**Data section:**
def write_archive(
    out_dir: str,
    days: int = DEFAULT_DAYS,
    every_hours: int = DEFAULT_EVERY_HOURS,
    progress=None,
    dates: Optional[Sequence[_dt.date]] = None,
    weather_dir: Optional[str] = None,
) -> Dict:
    """Write the demo archive under ``out_dir`` and the weather archive under ``weather_dir``
    (default :func:`default_weather_dir`), and return :func:`expected_changes`.

    Files this generator wrote earlier under either folder are removed first, so a shorter rerun
    leaves no stale records behind. ``dates`` restricts writing to those days (the records are
    the same as in a full run); the returned expectations describe the full run. The weather
    archive covers every day that has a record (and only ``dates`` when given).
    """
    starts = record_starts(days, every_hours)
    _clear_previous(out_dir)
    weather = default_weather_dir(out_dir) if weather_dir is None else weather_dir
    _clear_previous(weather, _OWN_WEATHER_FILE)
    wanted = None if dates is None else set(dates)
    corrupt = _first_record_at_or_after(starts, CORRUPT_FILE_AT)
    renamed = _first_record_at_or_after(starts, RENAMED_TIME_COLUMN_AT)
    for i, start in enumerate(starts):
        if wanted is not None and start.date() not in wanted:
            continue
        path = os.path.join(out_dir, record_relative_path(start))
        os.makedirs(os.path.dirname(path), exist_ok=True)
        table = record_table(
            start,
            time_column=RENAMED_TIME_COLUMN if start == renamed else TIME_COLUMN,
            dead_channel=DEAD_CHANNEL if start.date() == DEAD_DAY else None,
        )
        pq.write_table(
            table, path, compression="zstd", row_group_size=len(table) // 2, use_dictionary=False, write_statistics=True
        )
        if start == corrupt:
            with open(path, "rb") as handle:
                data = handle.read()
            with open(path, "wb") as handle:
                handle.write(data[: int(len(data) * CORRUPT_KEEP_FRACTION)])
        if progress is not None and (i + 1) % 50 == 0:
            progress(f"{i + 1}/{len(starts)} records written")
    for day in sorted({s.date() for s in starts}):
        if wanted is not None and day not in wanted:
            continue
        path = os.path.join(weather, weather_relative_path(day))
        os.makedirs(os.path.dirname(path), exist_ok=True)
        pq.write_table(weather_table(day), path, compression="zstd", use_dictionary=False, write_statistics=True)
    return expected_changes(days, every_hours)


#: the demo configuration shipped beside this module (package data, also in an installed wheel)
CONFIG_TEMPLATE = "footbridge.toml"


def write_config(config_path: str, archive_dir: str, weather_dir: Optional[str] = None) -> str:
    """Write the demo configuration to ``config_path`` with ``[archive] path`` naming
    ``archive_dir`` and the weather source's ``path`` naming ``weather_dir`` (default
    :func:`default_weather_dir` of ``archive_dir``).

    The packaged ``footbridge.toml`` names ``archive`` and ``weather`` beside itself; a copy
    elsewhere (e.g. from an installed wheel) must name the folders actually written. The paths are
    written relative to the configuration's folder when on the same drive. Returns ``config_path``.
    """
    import importlib.resources

    template = importlib.resources.files("demo_data").joinpath(CONFIG_TEMPLATE).read_text(encoding="utf-8")
    folder = os.path.dirname(os.path.abspath(config_path))
    weather = default_weather_dir(archive_dir) if weather_dir is None else weather_dir
    text = template
    for name, target in (("archive", archive_dir), ("weather", weather)):
        try:
            relative = os.path.relpath(os.path.abspath(target), folder)
        except ValueError:  # another drive (Windows)
            relative = os.path.abspath(target)
        line = f"path = {json.dumps(relative.replace(os.sep, '/'))}  # written by python -m demo_data.generate"
        text, count = re.subn(rf'(?m)^path = "{name}".*$', lambda _, line=line: line, text)
        if count != 1:
            raise ValueError(f"demo_data/{CONFIG_TEMPLATE}: no single path = {name!r} line to replace")
    os.makedirs(folder, exist_ok=True)
    with open(config_path, "w", encoding="utf-8") as handle:
        handle.write(text)
    return config_path
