func buildAttachRun(opts *buildAttachOptions) error {
	s, err := opts.G.open()
	if err != nil {
		return err
	}
	defer s.Close()
	res, err := s.Attach(opts.ID, opts.ReportDir)
	if err != nil {
		return err
	}
	for _, w := range res.Warnings {
		fmt.Fprintf(opts.IO.ErrOut, "warning: %s\n", w)
	}
	t := res.Test
	if !res.Created {
		fmt.Fprintf(opts.IO.ErrOut, "Already attached: %s is test %d of build %s; nothing changed\n", opts.ReportDir, t.Seq, t.BuildID)
		return nil
	}
	fmt.Fprintf(opts.IO.ErrOut, "Attached %s to build %s as test %d (%d files; peak load %s, efficiency %s, %s)\n",
		opts.ReportDir, t.BuildID, t.Seq, len(t.Files), optUnit(t.PeakLoadG, 0, " g"), optUnit(t.Efficiency, 1, ""), orNone(t.FailureMode))
	return nil
}

// ---- compare

// buildCompareOptions are the settings of `failframe build compare`.
type buildCompareOptions struct {
	IO *IOStreams
	G  *buildGlobal

	IDs   []string
	Tag   string
	Out   string
	Title string
}

func newBuildCompareCmd(io *IOStreams, g *buildGlobal, runF func(*buildCompareOptions) error) *cobra.Command {
	if runF == nil {
		runF = buildCompareRun
	}
	opts := &buildCompareOptions{IO: io, G: g}
	cmd := &cobra.Command{
		Use:   "compare [ID... | --tag TAG] [--out DIR]",
		Short: "Compare builds by efficiency, load and failure mode",
		Long: `Compare prints a table with one line per test: mass, peak load, efficiency
(peak load / mass, both in grams), failure mode and first member. Give build
IDs, or --tag, or nothing for all builds. With --out, it also writes
DIR/compare.html: the table and plots of efficiency by build, efficiency
against mass and failure modes by bracing pattern, in one file with the
images inside.` + exitHelp,
		Example: `  failframe build compare --tag spring --out season-2026
  failframe build compare T5 T6 T7`,
		RunE: func(cmd *cobra.Command, args []string) error {
			opts.IDs = args
			if len(args) > 0 && opts.Tag != "" {
				return &FlagError{Err: errors.New("give build IDs or --tag, not both")}
			}
			return runF(opts)
		},
	}
	cmd.Flags().StringVar(&opts.Tag, "tag", "", "compare the builds with this tag")
	cmd.Flags().StringVar(&opts.Out, "out", "", "folder for compare.html (default: print the table only)")
	cmd.Flags().StringVar(&opts.Title, "title", "", "page title (default: from the tag or IDs)")
	return cmd
}
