// memberShape samples member mi as one or two polylines (two after it broke),
// each point with its material parameter.
func (m *model) memberShape(mi int, ps *pose) [][]shapePt {
	mb := &m.members[mi]
	var ss []float64
	for _, a := range mb.anchors {
		ss = append(ss, a.s)
	}
	if mi == m.fail {
		const nSamp = 24
		for j := 1; j < nSamp; j++ {
			ss = append(ss, m.span0+(m.span1-m.span0)*float64(j)/nSamp)
		}
		ss = sortFloats(append(ss, m.sBreak))
	}
	if !(mi == m.fail && m.broken(ps.t)) {
		line := make([]shapePt, 0, len(ss))
		for _, s := range ss {
			line = append(line, shapePt{m.memberPos(mi, s, 0, ps), s})
		}
		return [][]shapePt{line}
	}
	var h0, h1 []shapePt
	for _, s := range ss {
		if s <= m.sBreak {
			h0 = append(h0, shapePt{m.memberPos(mi, s, 0, ps), s})
		}
		if s >= m.sBreak {
			h1 = append(h1, shapePt{m.memberPos(mi, s, 1, ps), s})
		}
	}
	return [][]shapePt{h0, h1}
}

type shapePt struct {
	p vec3
	s float64
}

// sortFloats sorts a in place and returns it without duplicates.
func sortFloats(a []float64) []float64 {
	for i := 1; i < len(a); i++ {
		for j := i; j > 0 && a[j] < a[j-1]; j-- {
			a[j], a[j-1] = a[j-1], a[j]
		}
	}
	// drop duplicates in place
	w := 0
	for i := range a {
		if i == 0 || a[i]-a[w-1] > 1e-12 {
			a[w] = a[i]
			w++
		}
	}
	return a[:w]
}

**Problem to work on:** Each line of the material above needs repeating verbatim.

**Answer section:**
def write_archive(
    out_dir: str,
    days: int = DEFAULT_DAYS,
    every_hours: int = DEFAULT_EVERY_HOURS,
    progress=None,
    dates: Optional[Sequence[_dt.date]] = None,
    weather_dir: Optional[str] = None,
) -> Dict:
    """Write the demo archive under ``out_dir`` and the weather archive under ``weather_dir``
    (default :func:`default_weather_dir`), and return :func:`expected_changes`.

    Files this generator wrote earlier under either folder are removed first, so a shorter rerun
    leaves no stale records behind. ``dates`` restricts writing to those days (the records are
    the same as in a full run); the returned expectations describe the full run. The weather
    archive covers every day that has a record (and only ``dates`` when given).
    """
    starts = record_starts(days, every_hours)
    _clear_previous(out_dir)
    weather = default_weather_dir(out_dir) if weather_dir is None else weather_dir
    _clear_previous(weather, _OWN_WEATHER_FILE)
    wanted = None if dates is None else set(dates)
    corrupt = _first_record_at_or_after(starts, CORRUPT_FILE_AT)
    renamed = _first_record_at_or_after(starts, RENAMED_TIME_COLUMN_AT)
    for i, start in enumerate(starts):
        if wanted is not None and start.date() not in wanted:
            continue
        path = os.path.join(out_dir, record_relative_path(start))
        os.makedirs(os.path.dirname(path), exist_ok=True)
        table = record_table(
            start,
            time_column=RENAMED_TIME_COLUMN if start == renamed else TIME_COLUMN,
            dead_channel=DEAD_CHANNEL if start.date() == DEAD_DAY else None,
        )
        pq.write_table(
            table, path, compression="zstd", row_group_size=len(table) // 2, use_dictionary=False, write_statistics=True
        )
        if start == corrupt:
            with open(path, "rb") as handle:
                data = handle.read()
            with open(path, "wb") as handle:
                handle.write(data[: int(len(data) * CORRUPT_KEEP_FRACTION)])
        if progress is not None and (i + 1) % 50 == 0:
            progress(f"{i + 1}/{len(starts)} records written")
    for day in sorted({s.date() for s in starts}):
        if wanted is not None and day not in wanted:
            continue
        path = os.path.join(weather, weather_relative_path(day))
        os.makedirs(os.path.dirname(path), exist_ok=True)
        pq.write_table(weather_table(day), path, compression="zstd", use_dictionary=False, write_statistics=True)
    return expected_changes(days, every_hours)


#: the demo configuration shipped beside this module (package data, also in an installed wheel)
CONFIG_TEMPLATE = "footbridge.toml"


def write_config(config_path: str, archive_dir: str, weather_dir: Optional[str] = None) -> str:
    """Write the demo configuration to ``config_path`` with ``[archive] path`` naming
    ``archive_dir`` and the weather source's ``path`` naming ``weather_dir`` (default
    :func:`default_weather_dir` of ``archive_dir``).

    The packaged ``footbridge.toml`` names ``archive`` and ``weather`` beside itself; a copy
    elsewhere (e.g. from an installed wheel) must name the folders actually written. The paths are
    written relative to the configuration's folder when on the same drive. Returns ``config_path``.
    """
    import importlib.resources

    template = importlib.resources.files("demo_data").joinpath(CONFIG_TEMPLATE).read_text(encoding="utf-8")
    folder = os.path.dirname(os.path.abspath(config_path))
    weather = default_weather_dir(archive_dir) if weather_dir is None else weather_dir
    text = template
    for name, target in (("archive", archive_dir), ("weather", weather)):
        try:
            relative = os.path.relpath(os.path.abspath(target), folder)
        except ValueError:  # another drive (Windows)
            relative = os.path.abspath(target)
        line = f"path = {json.dumps(relative.replace(os.sep, '/'))}  # written by python -m demo_data.generate"
        text, count = re.subn(rf'(?m)^path = "{name}".*$', lambda _, line=line: line, text)
        if count != 1:
            raise ValueError(f"demo_data/{CONFIG_TEMPLATE}: no single path = {name!r} line to replace")
    os.makedirs(folder, exist_ok=True)
    with open(config_path, "w", encoding="utf-8") as handle:
        handle.write(text)
    return config_path
func buildAttachRun(opts *buildAttachOptions) error {
	s, err := opts.G.open()
	if err != nil {
		return err
	}
	defer s.Close()
	res, err := s.Attach(opts.ID, opts.ReportDir)
	if err != nil {
		return err
	}
	for _, w := range res.Warnings {
		fmt.Fprintf(opts.IO.ErrOut, "warning: %s\n", w)
	}
	t := res.Test
	if !res.Created {
		fmt.Fprintf(opts.IO.ErrOut, "Already attached: %s is test %d of build %s; nothing changed\n", opts.ReportDir, t.Seq, t.BuildID)
		return nil
	}
	fmt.Fprintf(opts.IO.ErrOut, "Attached %s to build %s as test %d (%d files; peak load %s, efficiency %s, %s)\n",
		opts.ReportDir, t.BuildID, t.Seq, len(t.Files), optUnit(t.PeakLoadG, 0, " g"), optUnit(t.Efficiency, 1, ""), orNone(t.FailureMode))
	return nil
}

// ---- compare

// buildCompareOptions are the settings of `failframe build compare`.
type buildCompareOptions struct {
	IO *IOStreams
	G  *buildGlobal

	IDs   []string
	Tag   string
	Out   string
	Title string
}

func newBuildCompareCmd(io *IOStreams, g *buildGlobal, runF func(*buildCompareOptions) error) *cobra.Command {
	if runF == nil {
		runF = buildCompareRun
	}
	opts := &buildCompareOptions{IO: io, G: g}
	cmd := &cobra.Command{
		Use:   "compare [ID... | --tag TAG] [--out DIR]",
		Short: "Compare builds by efficiency, load and failure mode",
		Long: `Compare prints a table with one line per test: mass, peak load, efficiency
(peak load / mass, both in grams), failure mode and first member. Give build
IDs, or --tag, or nothing for all builds. With --out, it also writes
DIR/compare.html: the table and plots of efficiency by build, efficiency
against mass and failure modes by bracing pattern, in one file with the
images inside.` + exitHelp,
		Example: `  failframe build compare --tag spring --out season-2026
  failframe build compare T5 T6 T7`,
		RunE: func(cmd *cobra.Command, args []string) error {
			opts.IDs = args
			if len(args) > 0 && opts.Tag != "" {
				return &FlagError{Err: errors.New("give build IDs or --tag, not both")}
			}
			return runF(opts)
		},
	}
	cmd.Flags().StringVar(&opts.Tag, "tag", "", "compare the builds with this tag")
	cmd.Flags().StringVar(&opts.Out, "out", "", "folder for compare.html (default: print the table only)")
	cmd.Flags().StringVar(&opts.Title, "title", "", "page title (default: from the tag or IDs)")
	return cmd
}
// memberShape samples member mi as one or two polylines (two after it broke),
// each point with its material parameter.
func (m *model) memberShape(mi int, ps *pose) [][]shapePt {
	mb := &m.members[mi]
	var ss []float64
	for _, a := range mb.anchors {
		ss = append(ss, a.s)
	}
	if mi == m.fail {
		const nSamp = 24
		for j := 1; j < nSamp; j++ {
			ss = append(ss, m.span0+(m.span1-m.span0)*float64(j)/nSamp)
		}
		ss = sortFloats(append(ss, m.sBreak))
	}
	if !(mi == m.fail && m.broken(ps.t)) {
		line := make([]shapePt, 0, len(ss))
		for _, s := range ss {
			line = append(line, shapePt{m.memberPos(mi, s, 0, ps), s})
		}
		return [][]shapePt{line}
	}
	var h0, h1 []shapePt
	for _, s := range ss {
		if s <= m.sBreak {
			h0 = append(h0, shapePt{m.memberPos(mi, s, 0, ps), s})
		}
		if s >= m.sBreak {
			h1 = append(h1, shapePt{m.memberPos(mi, s, 1, ps), s})
		}
	}
	return [][]shapePt{h0, h1}
}

type shapePt struct {
	p vec3
	s float64
}

// sortFloats sorts a in place and returns it without duplicates.
func sortFloats(a []float64) []float64 {
	for i := 1; i < len(a); i++ {
		for j := i; j > 0 && a[j] < a[j-1]; j-- {
			a[j], a[j-1] = a[j-1], a[j]
		}
	}
	// drop duplicates in place
	w := 0
	for i := range a {
		if i == 0 || a[i]-a[w-1] > 1e-12 {
			a[w] = a[i]
			w++
		}
	}
	return a[:w]
}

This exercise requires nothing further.